Según recuerdo, así prosiguió tío Kurt una mañana:
Capítulo XXIX
Cabalgamos sin detenernos hasta cruzar el camino Chang-Lam. Junto al
puente sobre el Río Amarillo, en el mismo sitio donde lo encontramos, dejamos al
gurka. Permanecería oculto aguardando al resto de la expedición, es decir, a los
dos monjes kâulikas y a los cinco porteadores holitas. Nosotros, en cambio,
continuaríamos varios kilómetros para acampar en los montes del N.E.

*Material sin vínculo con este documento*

/// The aggregate functions share one shape: a name, any arguments, Binary
/// state and result.
#[derive(Debug, PartialEq, Eq, Hash)]
struct Aggregate {
    name: &'static str,
    signature: Signature,
}

impl AggregateUDFImpl for Aggregate {
    fn name(&self) -> &str {
        self.name
    }
    fn signature(&self) -> &Signature {
        &self.signature
    }
    fn return_type(&self, _: &[DataType]) -> Result<DataType> {
        Ok(DataType::Binary)
    }
    fn accumulator(&self, args: AccumulatorArgs) -> Result<Box<dyn Accumulator>> {
        let d = args.exprs.len().saturating_sub(1);
        Ok(match self.name {
            BUCKET_MOMENTS => Box::new(MomentsAcc {
                d,
                hashes: Vec::new(),
                rows: Vec::new(),
            }),
            WRITE_SCORES => Box::new(super::held::ScoresWriter::default()),
            _ => Box::new(HashesAcc(Vec::new())),
        })
    }
}

/// Keeps a bucket's (hash, row) pairs; evaluates to [`bucket_moments`].
#[derive(Debug)]
struct MomentsAcc {
    d: usize,
    hashes: Vec<[u8; 32]>,
    rows: Vec<f64>,
}

impl MomentsAcc {
    fn pairs_bytes(&self) -> Vec<u8> {
        let mut v = Vec::with_capacity(self.hashes.len() * (32 + 8 * self.d));
        for (h, r) in self
            .hashes
            .iter()
            .zip(self.rows.chunks_exact(self.d.max(1)))
        {
            v.extend_from_slice(h);
            v.extend(le_bytes(r));
        }
        v
    }
}

impl Accumulator for MomentsAcc {
    fn update_batch(&mut self, values: &[ArrayRef]) -> Result<()> {
        let h = keys(&values[0], BUCKET_MOMENTS)?;
        let cols: Vec<&Float64Array> = values[1..]
            .iter()
            .map(|a| f64s(a, BUCKET_MOMENTS))
            .collect::<Result<_>>()?;
        for i in 0..h.len() {
            self.hashes.push(h.value(i).try_into().expect("32 bytes"));
            self.rows.extend(cols.iter().map(|c| c.value(i)));
        }
        Ok(())
    }
    fn evaluate(&mut self) -> Result<ScalarValue> {
        let x = ndarray::ArrayView2::from_shape((self.hashes.len(), self.d), &self.rows)
            .map_err(|e| fail(e.to_string()))?;
        let m = bucket_moments(&self.hashes, x);
        Ok(ScalarValue::Binary(Some(moments_to_bytes(&m))))
    }
    fn size(&self) -> usize {
        std::mem::size_of_val(self) + self.hashes.capacity() * 32 + self.rows.capacity() * 8
    }
    fn state(&mut self) -> Result<Vec<ScalarValue>> {
        Ok(vec![ScalarValue::Binary(Some(self.pairs_bytes()))])
    }
    fn merge_batch(&mut self, states: &[ArrayRef]) -> Result<()> {
        let s = binaries(&states[0], BUCKET_MOMENTS)?;
        let width = 32 + 8 * self.d;
        for i in 0..s.len() {
            if s.is_null(i) {
                continue;
            }
            for pair in s.value(i).chunks_exact(width) {
                self.hashes.push(pair[..32].try_into().expect("32 bytes"));
                self.rows.extend(from_le_bytes(&pair[32..]));
            }
        }
        Ok(())
    }
}

/// Keeps a bucket's hashes (its state: them sorted, concatenated);
/// evaluates to the bucket's manifest digest
/// (`audit::hash::manifest_bucket_digest` of them sorted).
#[derive(Debug)]
struct HashesAcc(Vec<[u8; 32]>);

impl HashesAcc {
    fn bytes(&mut self) -> Vec<u8> {
        self.0.sort_unstable();
        self.0.concat()
    }
}

impl Accumulator for HashesAcc {
    fn update_batch(&mut self, values: &[ArrayRef]) -> Result<()> {
        let h = keys(&values[0], BUCKET_DIGEST)?;
        self.0
            .extend((0..h.len()).map(|i| -> [u8; 32] { h.value(i).try_into().expect("32") }));
        Ok(())
    }
    fn evaluate(&mut self) -> Result<ScalarValue> {
        self.0.sort_unstable();
        let sorted: Vec<ContentHash> = self.0.iter().map(|h| ContentHash(*h)).collect();
        let digest = crate::audit::hash::manifest_bucket_digest(&sorted);
        Ok(ScalarValue::Binary(Some(digest.to_vec())))
    }
    fn size(&self) -> usize {
        std::mem::size_of_val(self) + self.0.capacity() * 32
    }
    fn state(&mut self) -> Result<Vec<ScalarValue>> {
        Ok(vec![ScalarValue::Binary(Some(self.bytes()))])
    }
    fn merge_batch(&mut self, states: &[ArrayRef]) -> Result<()> {
        let s = binaries(&states[0], BUCKET_DIGEST)?;
        for i in 0..s.len() {
            if s.is_valid(i) {
                self.0.extend(
                    s.value(i)
                        .chunks_exact(32)
                        .map(|c| -> [u8; 32] { c.try_into().expect("32") }),
                );
            }
        }
        Ok(())
    }
}

/// A score's place in `f64::total_cmp` order as a signed integer (so an
/// engine's `MIN` and `MAX` follow that order exactly); its own inverse.
pub fn order_key(v: f64) -> i64 {
    flip(v.to_bits() as i64)
}

/// The score of an [`order_key`].
pub fn from_order_key(k: i64) -> f64 {
    f64::from_bits(flip(k) as u64)
}

/// Flips the magnitude bits of a negative number: `total_cmp`'s order as
/// signed integers; applied twice it gives the bits back.
fn flip(b: i64) -> i64 {
    b ^ ((((b >> 63) as u64) >> 1) as i64)
}

/// Where a score falls among the cut points of a summary (distinct, from
/// high to low in `total_cmp` order), as `Summary::with_cut_points` places
/// it: `2j + 1` on cut point `j`, `2j` inside gap `j` (below cut point
/// `j − 1`, above cut point `j`).
pub fn interval_code(cut_points: &[f64], v: f64) -> i64 {
    let j = cut_points.partition_point(|c| c.total_cmp(&v).is_gt());
    let on_cut = j < cut_points.len() && cut_points[j].total_cmp(&v).is_eq();
    2 * j as i64 + i64::from(on_cut)
}

/// `anomark_interval(cut_points, s)`: [`interval_code`] of each score.
#[derive(Debug, PartialEq, Eq, Hash)]
struct Interval {
    signature: Signature,
}

impl ScalarUDFImpl for Interval {
    scalar_udf_boilerplate!(INTERVAL);
    fn return_type(&self, _: &[DataType]) -> Result<DataType> {
        Ok(DataType::Int64)
    }
    fn invoke_with_args(&self, args: ScalarFunctionArgs) -> Result<ColumnarValue> {
        let cuts = from_le_bytes(literal_bytes(&args.args[0], INTERVAL)?);
        let arrays = ColumnarValue::values_to_arrays(&args.args[1..])?;
        let s = f64s(&arrays[0], INTERVAL)?;
        let out: Int64Array = s
            .values()
            .iter()
            .map(|&v| Some(interval_code(&cuts, v)))
            .collect();
        Ok(ColumnarValue::Array(Arc::new(out)))
    }
}

/// `anomark_order_key(s)`: [`order_key`] of each score.
#[derive(Debug, PartialEq, Eq, Hash)]
struct OrderKey {
    signature: Signature,
}

impl ScalarUDFImpl for OrderKey {
    scalar_udf_boilerplate!(ORDER_KEY);
    fn return_type(&self, _: &[DataType]) -> Result<DataType> {
        Ok(DataType::Int64)
    }
    fn invoke_with_args(&self, args: ScalarFunctionArgs) -> Result<ColumnarValue> {
        let arrays = ColumnarValue::values_to_arrays(&args.args)?;
        let s = f64s(&arrays[0], ORDER_KEY)?;
        let out: Int64Array = s.values().iter().map(|&v| Some(order_key(v))).collect();
        Ok(ColumnarValue::Array(Arc::new(out)))
    }
}

/// A feature without fitted parameters as bytes for [`FEATURE`] and
/// [`FEATURE_CHECK`]: its input's kind (0 column, 1 ratio, 2 difference,
/// 3 product), then one byte per transform (0 `log`, 1 `log1p`, 2 `sqrt`);
/// `None` for a transform with fitted parameters.
pub fn feature_to_bytes(f: &crate::features::FittedFeature) -> Option<Vec<u8>> {
    use crate::features::Fitted;
    use crate::spec::FeatureInput;
    let mut b = vec![match f.input {
        FeatureInput::Column(_) => 0,
        FeatureInput::Ratio(..) => 1,
        FeatureInput::Difference(..) => 2,
        FeatureInput::Product(..) => 3,
    }];
    for t in &f.transforms {
        b.push(match t {
            Fitted::Log => 0,
            Fitted::Log1p => 1,
            Fitted::Sqrt => 2,
            _ => return None,
        });
    }
    Some(b)
}

/// The feature of [`feature_to_bytes`] (its input reading columns 0 and 1:
/// the function is handed their values).
pub fn feature_from_bytes(b: &[u8]) -> Result<crate::features::FittedFeature> {
    use crate::features::Fitted;
    use crate::spec::FeatureInput;
    let (&kind, rest) = b.split_first().ok_or_else(|| fail("an empty feature"))?;
    let input = match kind {
        0 => FeatureInput::Column(0),
        1 => FeatureInput::Ratio(0, 1),
        2 => FeatureInput::Difference(0, 1),
        3 => FeatureInput::Product(0, 1),
        k => return Err(fail(format!("a feature input of kind {k}"))),
    };
    let transforms = rest
        .iter()
        .map(|t| match t {
            0 => Ok(Fitted::Log),
            1 => Ok(Fitted::Log1p),
            2 => Ok(Fitted::Sqrt),
            k => Err(fail(format!("a transform of kind {k}"))),
        })
        .collect::<Result<Vec<_>>>()?;
    Ok(crate::features::FittedFeature {
        name: String::new(),
        input,
        from: String::new(),
        transforms,
    })
}

/// A training refusal as an integer ordered as the rules are checked: 1 the
/// input, 2 + k transform k, 2 + the number of transforms the bound (0: none).
pub fn refusal_code(r: Option<crate::features::TrainRefusal>, transforms: usize) -> i64 {
    use crate::features::TrainRefusal;
    match r {
        None => 0,
        Some(TrainRefusal::Input) => 1,
        Some(TrainRefusal::Domain(k)) => 2 + k as i64,
        Some(TrainRefusal::Limit) => 2 + transforms as i64,
    }
}

/// The refusal of a [`refusal_code`] (`None` for 0 or a code out of range).
pub fn refusal_of_code(code: i64, transforms: usize) -> Option<crate::features::TrainRefusal> {
    use crate::features::TrainRefusal;
    let t = transforms as i64;
    match code {
        1 => Some(TrainRefusal::Input),
        c if (2..2 + t).contains(&c) => Some(TrainRefusal::Domain((c - 2) as usize)),
        c if c == 2 + t => Some(TrainRefusal::Limit),
        _ => None,
    }
}

/// `anomark_feature` and `anomark_feature_check`: a feature's training
/// value, or the code of the rule it breaks.
#[derive(Debug, PartialEq, Eq, Hash)]
struct FeatureUdf {
    signature: Signature,
    name: &'static str,
}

No convenía hacernos ver por el momento pues el ataque a la aldea
duskha causaría la consiguiente alarma en la región e ignorábamos la reacción
de las autoridades oficiales del Tíbet, quienes tal vez sospechasen de nuestra
intervención.
Comenzaba a amanecer cuando nos detuvimos, siendo evidente que el
buen tiempo que nos acompañara hasta entonces se había acabado. Densas
nubes surcaban velozmente las alturas y una brisa helada, que nos calaba hasta
los huesos, anunciaba sin equívocos posibles la inminente tormenta. Se trataba
de una tormenta de nieve y el lugar más protegido sería, paradójicamente, el
campo raso: de acampar contra las rocas de una barranca podríamos terminar
sepultados por una avalancha. Dimos al fin con una depresión elevada, un
pequeño valle de 30 metros cuadrados rodeado de suaves laderas, y nos
empeñamos con celeridad en armar las carpas de alta montaña.